At the moment he is in a little cage with as much hopping time as possible (its from his previous owner, and it is only very temporary until we move) but its far to small, so are all the 'cages' I've found... he is a very big boy! I was wondering how other people house there large rabbits? 

I was looking at 'puppy pens' so he has space to jump and climb, he is already litter trained (which i discovered when he peed in the cat box, haha!) and I can get as many toys as he wants, is this the best option? I'm afraid he will jump right out the top though, he's a proper show jumper! I'm going to have a lot of room, so space isn't a problem, howeve he can't be completely free range as I'm not the only one living in the house. He is also an indoor bunny. 


What do you think? 

Thanks!


----------



## whiskylollipop (Aug 21, 2013)

What I did was get the largest dog carry cage I could find, those made for Great Danes and such.

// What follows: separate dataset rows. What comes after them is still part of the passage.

"""Models written as a formula in s, read by a grammar of their own and never evaluated as code.

    sum     = product { ("+" | "-") product }
    product = sign { ("*" | "/") sign | signless }          a missing * counts, except after a division
    sign    = [ "-" | "+" ] ... power
    power   = atom [ "^" exponent ]
    exponent= [ "-" | "+" ] ... power                        a whole number
    atom    = number | "s" | "(" sum ")" | "exp" "(" sum ")" | "e" "^" ...

Everything is exact until the roots are taken: products stay products, sums are expanded in integers, and common
factors of numerator and denominator stay where they are.
"""

from __future__ import annotations

from collections.abc import Callable
from fractions import Fraction

import numpy as np

from engine.errors import DesignError
from engine.model.factored import ComplexArray, Factored
from engine.model.factored_entry import dead_time
from engine.model.limits import DEFAULT_LIMITS, Limits
from engine.model.polynomial import gain_number
from engine.model.ratio import (
    VARIABLE,
    Budget,
    Factors,
    Ratio,
    TooLargeError,
    power,
    product,
    quotient,
    total,
)
from engine.model.roots import roots_of_exact
from engine.model.tokens import Token, refusal, tokens_of

_ONE = Ratio(Fraction(1))
_MINUS_ONE = Ratio(Fraction(-1))
_GREATEST_POWER = 1000  # of a number: 2^1000 is within a double's range
_ALLOWED = "use numbers, s, + - * / ^, ( ) and exp(-0.002*s)"


def from_expression(text: object, limits: Limits = DEFAULT_LIMITS) -> Factored:
    """The model that a formula such as ``3.2*(s+40)/(s*(s^2+2*s+900)) * exp(-0.002*s)`` stands for.

    Parameters
    ----------
    text : numbers, s, + - * / ^ or **, parentheses, exp(-θ*s) as a factor; also · × − ² and e^(-θ*s).
        3s and 2(s+1) are products; 1/2s is refused, as it can be read two ways.
    limits : greatest order, length and nesting

    Raises DesignError `text`, with the column (from 1) where there is one.
    """
    if not isinstance(text, str):
        raise DesignError("text", f"must be a text, is {str(text)[:40]!r}")
    if len(text) > limits.text_length:
        raise DesignError("text", f"has {len(text)} characters; at most {limits.text_length} are accepted")
    if not text.strip():
        raise DesignError("text", "is empty; write a formula in s, as 4/(s*(s+2))")
    return _factored(_Parser(tokens_of(text), limits).whole())


def _factored(ratio: Ratio) -> Factored:
    if ratio.content == 0:
        raise DesignError("text", "comes to 0; a model needs a gain other than 0")
    if ratio.dead_time < 0:
        raise DesignError("text", "looks ahead in time; write the dead time as exp(-0.002*s), with a minus sign")
    gain = ratio.content
    for factors, sign in ((ratio.top, 1), (ratio.bottom, -1)):
        for factor, multiplicity in factors.items():
            gain *= Fraction(factor[0]) ** (sign * multiplicity)
    try:
        delay = dead_time(_as_float(ratio.dead_time))
        zeros, poles = _roots(ratio.top), _roots(ratio.bottom)
    except DesignError as error:
        raise DesignError("text", error.faults[0].what) from None
    return Factored(gain_number(gain, "text"), zeros, poles, delay)


def _as_float(number: Fraction) -> float:
    try:
        return float(number)
    except OverflowError:
        return float("inf")


def _roots(factors: Factors) -> ComplexArray:
    parts = [np.tile(roots_of_exact(factor), multiplicity) for factor, multiplicity in factors.items()]
    return np.concatenate([np.empty(0, dtype=np.complex128), *parts])


class _Parser:
    """Recursive descent over the tokens; every method leaves the position after what it read."""

    def __init__(self, tokens: list[Token], limits: Limits) -> None:
        self._tokens = tokens
        self._at = 0
        self._depth = 0
        self._limits = limits
        self._budget = Budget(limits.order)

    def whole(self) -> Ratio:
        """The value of the whole text."""
        value = self._sum()
        token = self._next
        if token.kind != "end":
            # Only a closing parenthesis ends a sum early.
            raise refusal(token.column, "')' has no '(' before it; remove it or open one")
        return value

    @property
    def _next(self) -> Token:
        return self._tokens[self._at]

    def _take(self) -> Token:
        self._at += 1
        return self._tokens[self._at - 1]

    def _is(self, *operators: str) -> bool:
        return self._next.kind == "operator" and self._next.text in operators

    def _compute(self, column: int, work: Callable[[Ratio, Ratio, Budget], Ratio], left: Ratio, right: Ratio) -> Ratio:
        try:
            return work(left, right, self._budget)
        except TooLargeError as error:
            raise refusal(column, str(error)) from None

    def _sum(self) -> Ratio:
        value = self._product()
        while self._is("+", "-"):
            operator = self._take()
            right = self._product()
            if operator.text == "-":
                right = self._compute(operator.column, product, _MINUS_ONE, right)
            if value.dead_time != right.dead_time and value.content and right.content:
                raise refusal(
                    operator.column,
                    "dead time must multiply the whole model; these two terms have different dead times",
                )
            value = self._compute(operator.column, total, value, right)
        return value

    def _product(self) -> Ratio:
        value = self._signed()
        divided = False
        while True:
            token = self._next
            if self._is("*", "/"):
                self._take()
                divided = token.text == "/"
                right = self._signed()
                if divided and right.content == 0:
                    raise refusal(token.column, "division by 0")
                value = self._compute(token.column, quotient if divided else product, value, right)
            elif token.kind in ("number", "name") or self._is("("):
                self._refuse_doubtful(token, divided)
                value = self._compute(token.column, product, value, self._power())
            else:
                return value

    def _refuse_doubtful(self, token: Token, divided: bool) -> None:
        if token.kind == "number":
            raise refusal(token.column, f"an operator is missing before {token.text[:40]}")
        if divided:
            raise refusal(
                token.column,
                f"what follows '/' can be read two ways; put * before {token.text[:40]!r}, "
                "or parentheses around the denominator",
            )

    def _signed(self) -> Ratio:
        negative, column = self._sign()
        value = self._power()
        return self._compute(column, product, _MINUS_ONE, value) if negative else value

    def _sign(self) -> tuple[bool, int]:
        negative = False
        column = self._next.column
        while self._is("+", "-"):
            negative ^= self._take().text == "-"
        return negative, column

    def _power(self) -> Ratio:
        token = self._next
        base = self._atom()
        if not self._is("^"):
            return base
        sign = self._take()
        exponent = self._exponent(sign.column, _GREATEST_POWER if base.is_constant else self._limits.order)
        if base.content == 0 and exponent <= 0:
            raise refusal(token.column, "division by 0" if exponent < 0 else "0^0 has no value")
        return self._compute(sign.column, lambda b, _, budget: power(b, exponent, budget), base, _ONE)

    def _exponent(self, column: int, most: int) -> int:
        self._enter(column)
        negative, _ = self._sign()
        value = self._power()
        self._depth -= 1
        if not value.is_constant or value.content.denominator != 1:
            raise refusal(column, "a power must be a whole number, as in s^2")
        if abs(value.content) > most:
            raise refusal(column, f"the power is beyond {most}")
        return int(-value.content if negative else value.content)

    def _enter(self, column: int) -> None:
        self._depth += 1
        if self._depth > self._limits.depth:
            raise refusal(column, f"nested deeper than {self._limits.depth} levels")

    def _atom(self) -> Ratio:
        token = self._take()
        if token.kind == "number":
            return Ratio(token.value)
        if token.kind == "name":
            return self._named(token)
        if token.kind == "operator" and token.text == "(":
            return self._group(token)
        if token.kind == "end":
            raise refusal(token.column, "the formula ends where a number, s or ( should follow")
        raise refusal(token.column, f"a number, s or ( should stand here, not '{token.text}'")

    def _named(self, token: Token) -> Ratio:
        if token.text == "s":
            return VARIABLE
        if token.text in ("exp", "e"):
            return self._exponential(token)
        if token.text in ("S", "j", "i", "pi", "π"):
            remedy = {"S": "the variable is a small s", "pi": "write 3.141592653589793", "π": "write 3.141592653589793"}
            raise refusal(
                token.column,
                f"unknown name '{token.text}'; "
                + remedy.get(token.text, "a complex pair is written as s^2 + 2*s + 900"),
            )
        raise refusal(token.column, f"unknown name '{token.text[:40]}'; {_ALLOWED}")

    def _group(self, opening: Token) -> Ratio:
        self._enter(opening.column)
        value = self._sum()
        if not self._is(")"):
            raise refusal(opening.column, "this '(' is never closed")
        self._take()
        self._depth -= 1
        return value

    def _exponential(self, token: Token) -> Ratio:
        if token.text == "e":
            if not self._is("^"):
                raise refusal(token.column, "'e' must be followed by ^; write dead time as exp(-0.002*s)")
            self._take()
        if not self._is("("):
            raise refusal(token.column, f"'{token.text}' needs parentheses; write dead time as exp(-0.002*s)")
        argument = self._group(self._take())
        if argument.content == 0:
            return _ONE
        if argument.bottom or argument.dead_time or dict(argument.top) != {(1, 0): 1}:
            raise refusal(token.column, "the exponent must be a number times s; write dead time as exp(-0.002*s)")
        return Ratio(Fraction(1), dead_time=-argument.content)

Pens are a great alternative but if your bunny is especially determined to jump out, you could always secure a blanket/tarp over the top with good strong clips. Some pens even come with top covers.


----------



## PaGal (Aug 21, 2013)

I have a flemish giant and his cage is an extra large dog cage, one of the wire ones. I haven't had the chance yet but plan on putting a shelf in for him also. The cage is 48" long so plenty big. He has free run of a room as long as someone is home and awake.

I purchased mine from e-bay and actually just order another from the same for a bonded pair of smaller buns. I paid just under $60 for a brand new cage with free shipping and had the cage in 3 days. 

The smaller buns are in a cage I built using an X pen and a coroplast bottom. They are chewing the coroplast which is a problem if you have a chewer but it made a cage that is 27" X 7'. This gave them room to run. The X pen is 48" high and each panel is either 27" or 28" wide. I also got that on e-bay. I can't remember the actual cost but it was no more than $70 I believe and I know it took 5 or less days for shipping.


----------



## Troller (Aug 21, 2013)

I got two Flemish Giants, don't get bigger then that. I have a room set aside for them but I also made a two floor condo cage out of NIC panels measuring 8ft long by 4ft wide by 5ft high for their little home when i need to put them away. 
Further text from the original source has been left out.